- [WHAT THE TASK ASKS]:
Lines with "items": copy each one from the listing below.

- [GIVEN DATA]:
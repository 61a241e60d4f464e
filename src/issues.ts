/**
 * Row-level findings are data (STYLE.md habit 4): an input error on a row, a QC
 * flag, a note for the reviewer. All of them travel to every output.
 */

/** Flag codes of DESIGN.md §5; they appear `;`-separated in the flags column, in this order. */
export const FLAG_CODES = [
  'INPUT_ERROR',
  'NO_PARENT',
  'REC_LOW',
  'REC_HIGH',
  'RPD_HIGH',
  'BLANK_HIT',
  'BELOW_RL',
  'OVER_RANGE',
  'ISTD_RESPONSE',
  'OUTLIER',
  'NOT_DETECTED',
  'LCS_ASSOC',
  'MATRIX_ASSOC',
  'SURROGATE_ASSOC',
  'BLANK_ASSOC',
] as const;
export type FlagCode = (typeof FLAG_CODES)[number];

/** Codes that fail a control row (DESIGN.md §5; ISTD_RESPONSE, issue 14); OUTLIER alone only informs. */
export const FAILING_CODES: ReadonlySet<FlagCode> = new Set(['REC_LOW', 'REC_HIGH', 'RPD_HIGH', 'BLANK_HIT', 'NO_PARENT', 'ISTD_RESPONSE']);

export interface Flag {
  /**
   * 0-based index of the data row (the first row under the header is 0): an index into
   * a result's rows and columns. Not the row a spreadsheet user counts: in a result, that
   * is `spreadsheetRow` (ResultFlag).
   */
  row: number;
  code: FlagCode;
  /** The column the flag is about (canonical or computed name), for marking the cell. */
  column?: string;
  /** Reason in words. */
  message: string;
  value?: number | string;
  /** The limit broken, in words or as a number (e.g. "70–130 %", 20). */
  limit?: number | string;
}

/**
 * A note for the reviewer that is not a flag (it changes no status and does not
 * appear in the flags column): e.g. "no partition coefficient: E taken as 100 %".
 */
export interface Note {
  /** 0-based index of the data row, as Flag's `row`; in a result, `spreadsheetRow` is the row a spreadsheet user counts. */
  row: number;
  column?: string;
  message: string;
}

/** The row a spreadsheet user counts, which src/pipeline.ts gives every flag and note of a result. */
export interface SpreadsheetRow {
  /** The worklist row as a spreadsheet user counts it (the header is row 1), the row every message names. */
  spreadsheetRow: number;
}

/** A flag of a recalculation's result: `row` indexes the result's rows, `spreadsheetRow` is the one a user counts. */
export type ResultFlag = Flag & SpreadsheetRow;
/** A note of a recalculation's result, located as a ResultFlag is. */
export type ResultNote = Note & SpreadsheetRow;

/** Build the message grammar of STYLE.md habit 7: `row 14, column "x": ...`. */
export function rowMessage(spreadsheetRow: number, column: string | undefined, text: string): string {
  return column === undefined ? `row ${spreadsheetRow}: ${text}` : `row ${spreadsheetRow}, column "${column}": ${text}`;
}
---
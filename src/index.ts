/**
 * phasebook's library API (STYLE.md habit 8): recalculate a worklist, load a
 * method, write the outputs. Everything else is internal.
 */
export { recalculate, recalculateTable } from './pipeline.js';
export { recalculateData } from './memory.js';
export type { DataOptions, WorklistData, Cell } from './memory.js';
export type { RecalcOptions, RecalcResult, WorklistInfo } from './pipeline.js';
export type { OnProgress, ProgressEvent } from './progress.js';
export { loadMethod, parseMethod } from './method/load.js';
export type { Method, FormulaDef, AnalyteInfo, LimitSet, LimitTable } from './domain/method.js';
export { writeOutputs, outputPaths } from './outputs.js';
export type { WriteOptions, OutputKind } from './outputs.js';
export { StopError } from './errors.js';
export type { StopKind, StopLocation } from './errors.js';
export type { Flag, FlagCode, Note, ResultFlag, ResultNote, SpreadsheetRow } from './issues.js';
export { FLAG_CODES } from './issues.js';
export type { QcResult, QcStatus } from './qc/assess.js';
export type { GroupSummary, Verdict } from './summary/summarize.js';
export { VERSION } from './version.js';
* * *
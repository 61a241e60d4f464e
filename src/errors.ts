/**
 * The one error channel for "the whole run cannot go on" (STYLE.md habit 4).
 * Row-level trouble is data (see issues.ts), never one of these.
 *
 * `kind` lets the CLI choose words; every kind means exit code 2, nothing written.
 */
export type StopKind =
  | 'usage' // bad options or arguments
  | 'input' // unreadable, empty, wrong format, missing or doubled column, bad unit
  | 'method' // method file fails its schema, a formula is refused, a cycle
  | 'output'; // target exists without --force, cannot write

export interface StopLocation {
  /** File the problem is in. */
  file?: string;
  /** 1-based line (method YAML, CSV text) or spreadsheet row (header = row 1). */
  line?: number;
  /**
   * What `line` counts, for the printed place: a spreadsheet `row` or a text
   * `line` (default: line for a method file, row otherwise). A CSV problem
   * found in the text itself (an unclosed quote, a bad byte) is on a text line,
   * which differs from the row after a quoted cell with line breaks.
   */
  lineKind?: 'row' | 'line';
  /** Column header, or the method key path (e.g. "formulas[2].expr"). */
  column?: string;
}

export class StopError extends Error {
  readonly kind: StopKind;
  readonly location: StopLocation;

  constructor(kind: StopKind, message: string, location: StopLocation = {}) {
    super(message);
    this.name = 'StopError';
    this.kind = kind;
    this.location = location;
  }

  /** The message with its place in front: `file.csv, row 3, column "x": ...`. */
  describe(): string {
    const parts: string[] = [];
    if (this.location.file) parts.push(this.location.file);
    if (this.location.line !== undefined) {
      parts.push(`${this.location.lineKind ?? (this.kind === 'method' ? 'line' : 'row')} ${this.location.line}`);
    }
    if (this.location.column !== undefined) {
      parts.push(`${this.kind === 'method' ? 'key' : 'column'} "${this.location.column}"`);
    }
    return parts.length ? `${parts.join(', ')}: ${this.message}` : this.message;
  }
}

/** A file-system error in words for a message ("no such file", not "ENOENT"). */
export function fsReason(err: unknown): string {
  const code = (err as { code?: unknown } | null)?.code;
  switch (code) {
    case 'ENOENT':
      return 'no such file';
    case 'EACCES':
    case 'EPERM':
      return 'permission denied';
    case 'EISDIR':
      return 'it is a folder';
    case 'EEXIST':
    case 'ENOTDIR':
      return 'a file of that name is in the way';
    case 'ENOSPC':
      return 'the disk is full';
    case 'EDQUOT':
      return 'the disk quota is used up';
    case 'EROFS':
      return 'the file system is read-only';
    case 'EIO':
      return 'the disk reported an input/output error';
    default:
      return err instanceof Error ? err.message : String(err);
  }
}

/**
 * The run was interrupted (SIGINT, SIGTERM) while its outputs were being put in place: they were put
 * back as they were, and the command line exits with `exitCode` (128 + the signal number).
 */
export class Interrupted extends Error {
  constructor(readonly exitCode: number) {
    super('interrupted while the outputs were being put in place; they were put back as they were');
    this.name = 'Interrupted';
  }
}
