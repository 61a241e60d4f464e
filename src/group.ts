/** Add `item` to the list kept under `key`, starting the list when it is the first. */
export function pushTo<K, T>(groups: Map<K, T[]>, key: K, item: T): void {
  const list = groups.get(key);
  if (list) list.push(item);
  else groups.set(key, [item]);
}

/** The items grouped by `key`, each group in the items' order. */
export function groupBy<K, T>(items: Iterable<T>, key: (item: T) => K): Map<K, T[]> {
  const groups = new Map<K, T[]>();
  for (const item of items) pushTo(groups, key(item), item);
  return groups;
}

- [WRITTEN ANSWER]:
/** The items grouped by `key`, each group in the items' order. */
export function groupBy<K, T>(items: Iterable<T>, key: (item: T) => K): Map<K, T[]> {
  for (const item of items) pushTo(groups, key(item), item);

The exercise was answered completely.